Rechtsprechung / BPatG / 2008

BPatG Beschluss vom 17.01.2008 – 21 W (pat) 339/04

21. Senat

BUNDESPATENTGERICHT

_______________

(Aktenzeichen)

Verkündet am

17. Januar 2008

B E S C H L U S S

In der Einspruchssache

gegen das Patent 102 51 656

… 08.05

hat der 21. Senat (Technischer Beschwerdesenat) des Bundespatentgerichts aufgrund der mündlichen Verhandlung vom 17. Januar 2008 unter Mitwirkung des

Vorsitzenden Richters Dipl.-Phys. Dr. Winterfeldt sowie der Richter Baumgärtner,

Dipl.-Phys. Dr. Morawek und Dipl.-Ing. Bernhart

beschlossen:

Nach Prüfung des Einspruchs wird das Patent DE 102 51 656 mit

folgenden Unterlagen beschränkt aufrechterhalten:

Bezeichnung: Verfahren zur Bestimmung der Belastung einer

Kontaktanordnung

Patentansprüche 1 bis 4 gemäß Hauptantrag, überreicht in der

mündlichen Verhandlung vom 17. Januar 2008,

Beschreibung, Seiten 2/8 bis 6/8 gemäß Patentschrift,

2 Blatt Zeichnungen, Figuren 1 bis 5, gemäß Patentschrift.

G r ü n d e

I.

Gegen das am 1. November 2002 angemeldete Patent 102 51 656 (Streitpatent),

das ein "Verfahren zur Bestimmung der Belastung einer Kontaktanordnung" betrifft

und dessen Erteilung am 24. Juni 2004 veröffentlicht worden ist, hat die s…
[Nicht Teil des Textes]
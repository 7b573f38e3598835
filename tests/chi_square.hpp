// Quantiles of the chi-square distribution, computed here instead of quoted
// from tables. With a = k / 2 and z = x / 2 the survival function of
// chi-square with k degrees of freedom is the regularized upper incomplete
// gamma function Q(a, z). Integrating the incomplete gamma function by parts
// gives Q(a + 1, z) = Q(a, z) + z^a e^(-z) / Gamma(a + 1), and
// Q(1, z) = e^(-z), Q(1/2, z) = erfc(sqrt(z)), so for whole and half-whole a
// Q is a short finite sum of library functions (exp, erfc, lgamma). The
// quantile solves Q = upper_tail by bisection (Q falls as x grows).
#pragma once

#include <cmath>

namespace chi_square {

inline double survival(unsigned degrees, double x) {
    const double z = x / 2.0;
    const bool even = degrees % 2 == 0;
    double q = even ? std::exp(-z) : std::erfc(std::sqrt(z));
    for (double a = even ? 1.0 : 0.5; a < degrees / 2.0; a += 1.0) q += std::exp(a * std::log(z) - z - std::lgamma(a + 1.0));
    return q;
}

// The x with P(X > x) = upper_tail (e.g. 0.001 for the 0.999 quantile).
inline double upper_quantile(unsigned degrees, double upper_tail) {
    double low = 0.0, high = 1.0;
    while (survival(degrees, high) > upper_tail) high *= 2.0;
    for (int i = 0; i < 200; ++i) {
        const double middle = (low + high) / 2.0;
        (survival(degrees, middle) > upper_tail ? low : high) = middle;
    }
    return (low + high) / 2.0;
}

}  // namespace chi_square
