void check_same(const tenon::settings_search_result& a, const tenon::settings_search_result& b) {
    REQUIRE(a.candidates.size() == b.candidates.size());
    CHECK(a.chosen_index == b.chosen_index);
    CHECK(a.seconds == b.seconds);
    for (std::size_t i = 0; i < a.candidates.size(); ++i) {
        CAPTURE(i);
        CHECK(a.candidates[i].hidden == b.candidates[i].hidden);
        CHECK(a.candidates[i].learning_rate == b.candidates[i].learning_rate);
        CHECK(a.candidates[i].weight_decay == b.candidates[i].weight_decay);
        CHECK(a.candidates[i].mean_fold_loss == b.candidates[i].mean_fold_loss);
        CHECK(a.candidates[i].folds_completed == b.candidates[i].folds_completed);
        CHECK(a.candidates[i].cut_short == b.candidates[i].cut_short);
        CHECK(a.candidates[i].seconds == b.candidates[i].seconds);
    }
}

}  // namespace

TEST_CASE("the search grid holds 108 distinct points of widths, halving depths, rates and decays") {
    const auto grid = tenon::settings_search_grid();
    CHECK(grid.size() == 108);
    CHECK(grid.front().hidden == std::vector<std::size_t>{16});
    CHECK(grid.back().hidden == std::vector<std::size_t>{128, 64, 32});
    for (std::size_t i = 0; i < grid.size(); ++i)
        for (std::size_t j = i + 1; j < grid.size(); ++j) {
            const bool same =
                grid[i].hidden == grid[j].hidden && grid[i].learning_rate == grid[j].learning_rate && grid[i].weight_decay == grid[j].weight_decay;
            CHECK_FALSE(same);
        }
}

TEST_CASE("the search chooses the lowest complete candidate only when it beats the start by more than the folds' noise") {
    const auto candidate = [](std::vector<double> losses, bool cut_short = false) {
        tenon::search_candidate c;
        c.fold_losses = losses;
        c.folds_completed = losses.size();
        c.cut_short = cut_short;
        double sum = 0.0;
        for (double l : losses) sum += l;
        c.mean_fold_loss = losses.empty() ? std::nan("") : sum / static_cast<double>(losses.size());
        return c;
    };
    // Lower on every fold by about the same amount: a clear gain.
    CHECK(tenon::choose_search_candidate({candidate({0.30, 0.40, 0.50}), candidate({0.35, 0.45, 0.55}), candidate({0.20, 0.31, 0.39})}, 3) == 2);
    // Lower on average, but by less than the spread of the fold differences
    // (-0.09, +0.06, -0.06: mean -0.03, standard error 0.046): the start stays.
    CHECK(tenon::choose_search_candidate({candidate({0.30, 0.40, 0.50}), candidate({0.21, 0.46, 0.44})}, 3) == 0);
    // A cut-short candidate is not chosen over complete ones, however low its folds.
    CHECK(tenon::choose_search_candidate({candidate({0.30, 0.40, 0.50}), candidate({0.01, 0.01}, true), candidate({0.20, 0.30, 0.40})}, 3) == 2);
    CHECK(tenon::choose_search_candidate({candidate({0.30, 0.40, 0.50}), candidate({0.01, 0.01, 0.01}, true)}, 3) == 0);
    // The start cut short: the lowest complete one; none complete: the start.
    CHECK(tenon::choose_search_candidate({candidate({0.30}, true)}, 3) == 0);
    CHECK(tenon::choose_search_candidate({candidate({0.30, 0.40}, true), candidate({0.5, 0.5, 0.5})}, 3) == 1);
    // A fold without a finite loss makes a candidate's mean infinite: never chosen.
    auto diverged = candidate({0.1, 0.1, 0.1});
    diverged.mean_fold_loss = std::numeric_limits<double>::infinity();
    CHECK(tenon::choose_search_candidate({candidate({0.30, 0.40, 0.50}), diverged}, 3) == 0);
}
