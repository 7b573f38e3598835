// The compiled-once modes for the tests (core/compiled_once.hpp): this unit
// compiles the loader, the predictor and the training entry points once per
// build, and every test executable's own units see TENON_SERVE_COMPILED and
// TENON_TRAIN_COMPILED. Both macros come before the first include, since the
// first include of core/compiled_once.hpp reads them.
#define TENON_SERVE_IMPLEMENTATION
#define TENON_TRAIN_IMPLEMENTATION
#include <tenon/serve.hpp>
#include <tenon/train/authoring.hpp>
#include <tenon/train/calibration.hpp>
#include <tenon/train/retraining.hpp>
#include <tenon/train/search.hpp>
#include <tenon/train/workflow.hpp>
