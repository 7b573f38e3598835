// Soak test: reader threads predict while the host swaps predictors, for a
// bounded time, with no failed or mixed prediction and no growth in live
// allocations.
//
// The duration is TENON_SOAK_SECONDS (default 20); sanitizer stages set a
// shorter one. Live allocations are counted, not guessed: by counting global
// allocation functions in an ordinary build, and with the sanitizer
// runtime's own count of allocated bytes (__sanitizer_get_current_allocated_bytes,
// <sanitizer/allocator_interface.h>) when AddressSanitizer or
// ThreadSanitizer replaces the allocation functions. That is why this is an
// executable of its own (tenon_soak_tests, labels "concurrency" and "soak").
#include <doctest/doctest.h>

#include <algorithm>
#include <atomic>
#include <chrono>
#include <cstdlib>
#include <new>
#include <string>
#include <thread>
#include <vector>

#include <tenon/deploy/predictor.hpp>

#include "deploy_test_support.hpp"

#include "sanitizer_build.hpp"

#if defined(TENON_TEST_SANITIZER)
#include <sanitizer/allocator_interface.h>
namespace {
const std::string live_unit = "bytes";
long live_now() { return static_cast<long>(__sanitizer_get_current_allocated_bytes()); }
}  // namespace
#else
#if defined(__GNUC__) && !defined(__clang__)
#pragma GCC diagnostic ignored "-Wmismatched-new-delete"
#endif
namespace {
std::atomic<long> live_allocations{0};
const std::string live_unit = "allocations";
long live_now() { return live_allocations.load(); }
void* counted(std::size_t size) {
    void* p = std::malloc(size ? size : 1);
    if (!p) throw std::bad_alloc();
    live_allocations.fetch_add(1, std::memory_order_relaxed);
    return p;
}
void uncounted(void* p) noexcept {
    if (!p) return;
    live_allocations.fetch_sub(1, std::memory_order_relaxed);
    std::free(p);
}
}  // namespace
void* operator new(std::size_t size) { return counted(size); }
void* operator new[](std::size_t size) { return counted(size); }
void operator delete(void* p) noexcept { uncounted(p); }
void operator delete[](void* p) noexcept { uncounted(p); }
void operator delete(void* p, std::size_t) noexcept { uncounted(p); }
void operator delete[](void* p, std::size_t) noexcept { uncounted(p); }
#endif

namespace {

using namespace deploy_test;

double soak_seconds() {
    const char* text = std::getenv("TENON_SOAK_SECONDS");
    const double s = text ? std::strtod(text, nullptr) : 20.0;
    return s > 0.0 ? s : 20.0;
}

}  // namespace

TEST_CASE("soak: threads predict while the host swaps predictors; no failure, no growth in live allocations") {
    const auto t = pump_table(200, 41);
    auto narrow = small_settings(1), wide = small_settings(2);
    wide.hidden = {24, 12};  // other buffer sizes, so every swap reallocates the readers' buffers
    auto first = tenon::fit_model<float>(t, condition_plan(), range(0, 150), range(150, 200), narrow);
    auto second = tenon::fit_model<float>(t, condition_plan(), range(0, 150), range(150, 200), wide);
    const tenon::predictor<float> p1(first, 8), p2(second, 8);
    const std::string_view rows[2][3] = {{"64", "21.5", "glycol"}, {"110", "8", "brine"}};
    float expected[2][2][3];  // [model][row][class]
    {
        tenon::predictor<float> probe = p1;
        for (int m = 0; m < 2; ++m) {
            if (m == 1) probe = p2;
            const auto out = probe.predict_cells(&rows[0][0], 2);
            for (int r = 0; r < 2; ++r)
                for (int k = 0; k < 3; ++k) expected[m][r][k] = out.at(static_cast<std::size_t>(r), static_cast<std::size_t>(k));
        }
    }
    REQUIRE_FALSE(same_bits(expected[0][0][0], expected[1][0][0]));

    // Live allocations a reader's predictor copy holds: the slack a sample
    // may exceed the first quarter's peak by (every reader mid-refresh).
    long per_copy = 0;
    {
        const long before = live_now();
        const tenon::predictor<float> copy = p2;
        per_copy = live_now() - before;
    }
    REQUIRE(per_copy > 0);

    tenon::predictor_holder<float> holder(p1);
    const int reader_count = 3;
    const double seconds = soak_seconds();
    const auto read_once = [&] {
        tenon::predictor<float> local = holder.get(8);
        tenon::prediction_view<float> out;
        for (int k = 0; k < 100; ++k) (void)local.try_predict_cells(&rows[0][0], 2, out);
    };
    // Warm-up: threads that predict once and end, so what the C++ runtime
    // and a sanitizer keep per thread after its first use (and reuse for the
    // next threads) is in place before the first count.
    for (int round = 0; round < 2; ++round) {
        std::vector<std::thread> warm;
        for (int k = 0; k < reader_count; ++k) warm.emplace_back(read_once);
        for (auto& w : warm) w.join();
    }
    // The test's own containers get their memory before the first count.
    std::vector<std::thread> readers;
    readers.reserve(reader_count);
    std::vector<long> samples;
    samples.reserve(static_cast<std::size_t>(seconds * 25.0) + 64);
    const long live_start = live_now();
    std::atomic<bool> stop{false};
    std::atomic<long> calls{0}, failures{0}, refreshes{0};
    for (int k = 0; k < reader_count; ++k)
        readers.emplace_back([&] {
            tenon::predictor<float> local = holder.get(8);
            tenon::prediction_view<float> out;
            while (!stop.load(std::memory_order_relaxed)) {
                if (holder.refresh(local)) refreshes.fetch_add(1, std::memory_order_relaxed);
                if (!local.try_predict_cells(&rows[0][0], 2, out).ok()) {
                    failures.fetch_add(1);
                    continue;
                }
                // Both rows from one model, to the last bit: never a mix.
                bool whole = false;
                for (int m = 0; m < 2 && !whole; ++m) {
                    bool same = true;
                    for (int r = 0; r < 2; ++r)
                        for (int c = 0; c < 3; ++c)
                            same = same && same_bits(out.at(static_cast<std::size_t>(r), static_cast<std::size_t>(c)), expected[m][r][c]);
                    whole = same;
                }
                if (!whole) failures.fetch_add(1);
                calls.fetch_add(1, std::memory_order_relaxed);
            }
        });

    // The host: swap every millisecond, sample the live count every 50 ms.
    long swaps = 0;
    const auto start = std::chrono::steady_clock::now();
    auto next_sample = start;
    while (std::chrono::duration<double>(std::chrono::steady_clock::now() - start).count() < seconds) {
        holder.store(++swaps % 2 ? p2 : p1);
        std::this_thread::sleep_for(std::chrono::milliseconds(1));
        if (std::chrono::steady_clock::now() >= next_sample && samples.size() < samples.capacity()) {
            samples.push_back(live_now());
            next_sample += std::chrono::milliseconds(50);
        }
    }
    stop = true;
    for (auto& r : readers) r.join();
    holder.store(p1);  // as at the start
    const long live_end = live_now();

    REQUIRE(samples.size() >= 8);
    const std::size_t quarter = samples.size() / 4;
    const long early_peak = *std::max_element(samples.begin(), samples.begin() + static_cast<std::ptrdiff_t>(quarter));
    const long late_peak = *std::max_element(samples.end() - static_cast<std::ptrdiff_t>(quarter), samples.end());
    MESSAGE("soak " << seconds << " s: " << swaps << " swaps, " << refreshes.load() << " refreshes, " << calls.load() << " calls by " << reader_count
                    << " readers; live " << live_unit << " at start " << live_start << ", end " << live_end << ", peak of first quarter "
                    << early_peak << ", of last quarter " << late_peak << " (one predictor copy: " << per_copy << ")");
    CHECK(failures.load() == 0);
    CHECK(calls.load() > 0);
    CHECK(refreshes.load() > 0);
    CHECK(swaps > 100);
    CHECK(late_peak <= early_peak + reader_count * per_copy);
    CHECK(live_end == live_start);
}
… Firma A… AG, am 20. September 2004 Einspruch eingelegt. Im

Einspruchsschriftsatz hat die Einsprechende angegeben, dass die M… Patentanwälte Z… & Partner zum Inlandsvertreter bestellt seien.

Der erteilte Patentanspruch 1 lautet, nach Merkmalen gegliedert:

M1 Verfahren zur Bestimmung der Belastung einer Kontaktanordnung (2) eines elektrischen Schaltgerätes (1)

M2

unter Nutzung der von einem bei einer Kontaktbetätigung

auftretenden Lichtbogen ausgesandten elektromagnetischen Strahlung,

dadurch gekennzeichnet,

M3

dass die elektromagnetische Strahlung erfasst wird,

M4

dass in Abhängigkeit des Auftretens der elektromagnetischen Strahlung ein Zeitintervall bestimmt wird

M5

und dass dieses Zeitintervall die Grenzen für eine Bestimmung eines Stromwärmeintegrals,

M5a

insbesondere des Stromwärmeeintegrals ∫I2t dt festlegt.

Wegen der Ansprüche 2 bis 9 wird auf die Patentschrift Bezug genommen.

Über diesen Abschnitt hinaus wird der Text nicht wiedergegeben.